Dataset records:
--

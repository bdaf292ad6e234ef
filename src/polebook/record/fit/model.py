"""What a fit compares: the sweep, and the chain's transfer and its slopes at any values of the keys."""

from __future__ import annotations

from collections.abc import Callable, Sequence
from dataclasses import dataclass, field

import numpy as np

from polebook.chain.model import Chain
from polebook.circuit.build import Circuit, circuit, moved
from polebook.plan.spread.alone import with_numbers
from polebook.problem import ProblemsFound
from polebook.record.fit.keys import Key
from polebook.record.sweeps.sweep import Array, Sweep
from polebook.record.transfer import slopes, transfer
from polebook.solve.edges import DECIBEL

Watch = Callable[[int, float], None]
"""Is told after every look at the chain: how many there were, and dB rms of the last one. It may raise Called."""


class Called(Exception):
    """The fit was called off."""


@dataclass(slots=True, eq=False)
class Model:
    """Residuals of a sweep against the chain, by x of every key, and behind them the gain's offset where it is free.

    chain    with every key at a value other than 0, so that its part stands
    weights  what a neper of gain and a radian of phase count
    looks    how often the chain was looked at
    """

    chain: Chain
    keys: tuple[Key, ...]
    sweep: Sweep
    offset: bool
    watch: Watch
    weights: tuple[float, float] = (1.0, 1.0)
    looks: int = 0
    _circuit: Circuit = field(init=False)
    _last: tuple[bytes, Circuit | None] = field(init=False, default=(b"", None))

    def __post_init__(self) -> None:
        self.chain = with_numbers(self.chain, {key.path: key.sign * key.start for key in self.keys})
        self._circuit = circuit(self.chain)

    @property
    def start(self) -> Array:
        return np.array([key.x(key.start) for key in self.keys] + [0.0] * self.offset)

    @property
    def bounds(self) -> tuple[Array, Array]:
        """Of x; the offset has none."""
        low, high = zip(*(key.bounds for key in self.keys), strict=True)
        return np.array([*low, *[-np.inf] * self.offset]), np.array([*high, *[np.inf] * self.offset])

    def sizes(self, x: Array) -> list[float]:
        return [key.size(float(at)) for key, at in zip(self.keys, x, strict=False)]

    def at(self, x: Array) -> Circuit | None:
        """The chain's circuit; None where it has none, or its bias is not solved."""
        told = x[:len(self.keys)].tobytes()
        if self._last[0] != told:
            values = {key.path: key.sign * size for key, size in zip(self.keys, self.sizes(x), strict=True)}
            self._last = told, _solved(self._circuit, with_numbers(self.chain, values))
        return self._last[1]

    def off(self, x: Array) -> tuple[Array, Array]:
        """Measured less planned: neper of gain (f,), and radians (f,), () without a phase. NaN without a circuit."""
        of = self.at(x)
        empty = np.full(self.sweep.hz.shape, np.nan)
        planned = empty + 0j if of is None else transfer(of, self.sweep.hz)
        gain = self.sweep.gain_db / DECIBEL - planned.real - (x[-1] if self.offset else 0.0)
        if self.sweep.degrees is None:
            return gain, np.zeros(0)
        turned = np.radians(self.sweep.degrees) - planned.imag + np.pi
        return gain, turned - 2 * np.pi * np.floor(turned / (2 * np.pi)) - np.pi

    def residuals(self, x: Array) -> Array:
        """Weighted, of gain and phase."""
        gain, phase = self.off(x)
        self.looks += 1
        self.watch(self.looks, float(np.sqrt(np.mean(np.square(gain)))) * DECIBEL)
        return np.concatenate([gain * self.weights[0], phase * self.weights[1]])

    def jacobian(self, x: Array) -> Array:
        """d residuals/dx."""
        of = self.at(x)
        count, keys = self.sweep.hz.size, self.keys
        by = np.full((count, len(keys)), np.nan, dtype=complex) if of is None else \
            slopes(of, self.sweep.hz, [key.path for key in keys])
        by = by * np.array([key.slope(size) / size for key, size in zip(keys, self.sizes(x), strict=True)])
        rows = [-by.real * self.weights[0]]
        if self.offset:
            rows[0] = np.hstack([rows[0], np.full((count, 1), -self.weights[0])])
        if self.sweep.degrees is not None:
            phase = -by.imag * self.weights[1]
            rows.append(np.hstack([phase, np.zeros((count, 1))]) if self.offset else phase)
        return np.concatenate(rows)


def _solved(of: Circuit, chain: Chain) -> Circuit | None:
    try:
        with np.errstate(all="ignore"):
            there = moved(of, chain)
    except (ProblemsFound, ArithmeticError):
        return None
    return there if all(bool(point.converged) for point in there.points.values()) else None


def felt(model: Model, keys: Sequence[Key]) -> list[float]:
    """Of each key the size that moves the response by a hundredth of a neper (0.09 dB) rms; 0 where none does."""
    of = model.at(model.start)
    if of is None:
        return [0.0] * len(keys)
    by = slopes(of, model.sweep.hz, [key.path for key in keys])
    size = np.sqrt(np.mean(np.square(np.abs(by)), axis=0))
    return [0.01 * key.start / float(one) if one > 0.0 and np.isfinite(one) else 0.0
            for key, one in zip(keys, size, strict=True)]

--

INSTRUCTIONS FOR THE TASK
Return the span of lines in the data above that opens at the line with "fit compares: the" and closes at the line with "from polebook.plan.spread.alone import", exactly, ends included, nothing else.

YOUR SOLUTION
"""What a fit compares: the sweep, and the chain's transfer and its slopes at any values of the keys."""

from __future__ import annotations

from collections.abc import Callable, Sequence
from dataclasses import dataclass, field

import numpy as np

from polebook.chain.model import Chain
from polebook.circuit.build import Circuit, circuit, moved
from polebook.plan.spread.alone import with_numbers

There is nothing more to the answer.